In der Woche vom 17. bis 22. März 2026 kamen 18 Spieler aus dem DACH-Raum in der NHL zum Einsatz. Darunter sieben Deutsche (Tim Stützle, Moritz Seider, Lukas Reichel, Nico Sturm, Josh Samanski, JJ Peterka, Philipp Grubauer), zwei Österreicher (Marco Rossi, Marco Kasper) und neun Schweizer (J.J. Moser, Roman Josi, Nico Hischier, Pius Suter, Timo Meier, Philipp Kurashev, Jonas Siegenthaler, Lian Bichsel, Akira Schmid).
In dieser Saison zeichnet NHL.com/de sowohl Maschinen (produktive Scorer) als auch Arbeiter (defensive Werte wie Checks oder Blocks) aus.
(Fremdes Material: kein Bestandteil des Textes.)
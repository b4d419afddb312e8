import { useQuery } from '@tanstack/react-query';
import { useRouter } from 'expo-router';
import { useState } from 'react';
import { newId } from '@/components/data/call.ts';
import {
  revisionQuery,
  useRevisionApprove,
  useRevisionReturn,
  useRevisionSubmit,
  useRevisionWithdraw,
} from '@/components/data/revisions.ts';
import { strategyQuery, useDraftBegin } from '@/components/data/strategies.ts';
import { useActor } from '@/components/shell/actor.tsx';
import { Page } from '@/components/shell/page.tsx';
import { common } from '@/components/text/common.ts';
import { revisionText } from '@/components/text/pierce.ts';
import { Button } from '@/components/ui/button.tsx';
import { ErrorNotice } from '@/components/ui/error-notice.tsx';
import { ButtonLink, TextLink } from '@/components/ui/link.tsx';
import { Notice } from '@/components/ui/notice.tsx';
import { Progress } from '@/components/ui/progress.tsx';
import { Row, Stack } from '@/components/ui/stack.tsx';
import { Body } from '@/components/ui/text.tsx';
import { can, may, type Actor } from '@/shared/policy.ts';
import type { Revision } from '@/shared/strategies.ts';
import { DecisionDialog, type Decision } from './decision-dialog.tsx';
import { RevisionEditor, type DraftStanding } from './revision-editor.tsx';
import { StateMark } from './state-mark.tsx';

/** One revision: the pierce designer while it is a draft, the reviewed numbers after. */
export function RevisionScreen({ id }: { id: string }) {
  const actor = useActor();
  const revision = useQuery(revisionQuery(id));

  if (revision.data && actor) {
    return (
      <Page title={revision.data.strategyName} eyebrow={revisionText.eyebrow}>
        <Row justify="space-between">
          <StateMark state={revision.data.state} detail={revisionText.number(revision.data.number)} />
          <Body>
            <TextLink href={`/strategies/${revision.data.strategyId}`}>{revisionText.strategyLink}</TextLink>
          </Body>
        </Row>
        <RevisionEditor
          revision={revision.data}
          userId={actor.userId}
          mayWrite={may(actor, 'strategy.write')}
          refetch={async () => (await revision.refetch()).data ?? null}
          decisions={(draft) => <Decisions revision={revision.data} actor={actor} draft={draft} />}
        />
      </Page>
    );
  }
  return (
    <Page title={revisionText.eyebrow}>
      {revision.isError ? (
        <ErrorNotice error={revision.error} onRetry={() => void revision.refetch()} />
      ) : (
        <Progress label={common.loading} />
      )}
    </Page>
  );
}

type DecisionsProps = { revision: Revision; actor: Actor; draft: DraftStanding };

/** What may be decided now, by whoever looks at it. */
function Decisions({ revision, actor, draft }: DecisionsProps) {
  const [decision, setDecision] = useState<Decision | null>(null);
  const mutations = {
    submit: useRevisionSubmit(),
    approve: useRevisionApprove(),
    giveBack: useRevisionReturn(),
    withdraw: useRevisionWithdraw(),
  };
  const current = decision === null ? null : mutations[decision];
  const touchedBy = revision.touchedBy.map((person) => person.id);
  const verdict = can(actor, 'review.decide', { touchedBy });
  const decide = async (which: Decision, words: string) => {
    const seen = which === 'submit' ? await draft.saved() : revision;
    if (!seen) return setDecision(null); // why is said beside the save button
    mutations[which].mutate({ revision: seen, words }, { onSuccess: () => setDecision(null) });
  };
  const open = (which: Decision) => {
    mutations[which].reset();
    setDecision(which);
  };

  return (
    <Stack gap="m">
      <Row>
        {revision.state === 'draft' && may(actor, 'strategy.write') && (
          <Button
            kind={draft.dirty ? 'plain' : 'main'}
            label={revisionText.submit}
            disabled={!draft.sound}
            onPress={() => open('submit')}
          />
        )}
        {revision.state === 'inReview' && verdict.ok && (
          <>
            <Button kind="main" label={revisionText.approve} onPress={() => open('approve')} />
            <Button label={revisionText.giveBack} onPress={() => open('giveBack')} />
          </>
        )}
        {revision.state === 'approved' && may(actor, 'review.decide') && (
          <Button label={revisionText.withdraw} onPress={() => open('withdraw')} />
        )}
        {revision.state !== 'draft' && revision.state !== 'inReview' && may(actor, 'strategy.write') && (
          <NextDraft revision={revision} />
        )}
      </Row>
      {revision.state === 'inReview' && !verdict.ok && (
        <Notice kind="plain" title={revisionText.waiting}>
          {verdict.why}
        </Notice>
      )}
      <DecisionDialog
        key={decision ?? 'none'}
        decision={decision}
        busy={current?.isPending ?? false}
        error={current?.error ?? null}
        onDecide={(which, words) => void decide(which, words)}
        onClose={() => setDecision(null)}
      />
    </Stack>
  );
}

/** The way on from a revision that can't be changed: the draft there is already, or a new one. */
function NextDraft({ revision }: { revision: Revision }) {
  const router = useRouter();
  const strategy = useQuery(strategyQuery(revision.strategyId));
  const begin = useDraftBegin();
  const [id] = useState(newId);
  if (!strategy.data) return null;
  const draft = strategy.data.revisions.find((other) => other.state === 'draft');
  if (draft) return <ButtonLink href={`/revisions/${draft.id}`} label={revisionText.openDraft(draft.number)} />;
  return (
    <Stack gap="s">
      <Button
        label={revisionText.begin}
        busy={begin.isPending}
        onPress={() =>
          begin.mutate(
            {
              strategyId: revision.strategyId,
              version: strategy.data.version,
              body: { id, fromRevisionId: revision.id },
            },
            { onSuccess: (made) => router.push(`/revisions/${made.id}`) },
          )
        }
      />
      {begin.isError && <ErrorNotice error={begin.error} />}
    </Stack>
  );
}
In der Kategorie Maschinen wird Dauersieger Leon Draisaitl in der regulären Saison aufgrund einer Verletzung nicht mehr zum Einsatz kommen. Der Abstand zu seinen Verfolgern ist groß, einer von ihnen schaffte den Sprung unter die Top 3 in dieser Woche. Nicht dazu zählten die Deutschen Moritz Seider (Detroit Red Wings; drei Spiele, 1-1-2), Nico Sturm (Minnesota Wild; drei Spiele, 1-0-1) und Josh Samanski (Edmonton Oilers; drei Spiele, 1-0-1). Letzterem gelang der erste Karriere-Treffer in der NHL. Auch das Schweizer Quartett um Nico Hischier (New Jersey Devils; drei Spiele, 1-1-2), Roman Josi (Nashville Predators; vier Spiele, 0-3-3), J.J. Moser (Tampa Bay Lightning; vier Spiele, 0-3-3) und Pius Suter (St. Louis Blues; zwei Spiele, 1-0-1) schrammte knapp am Stockerl vorbei.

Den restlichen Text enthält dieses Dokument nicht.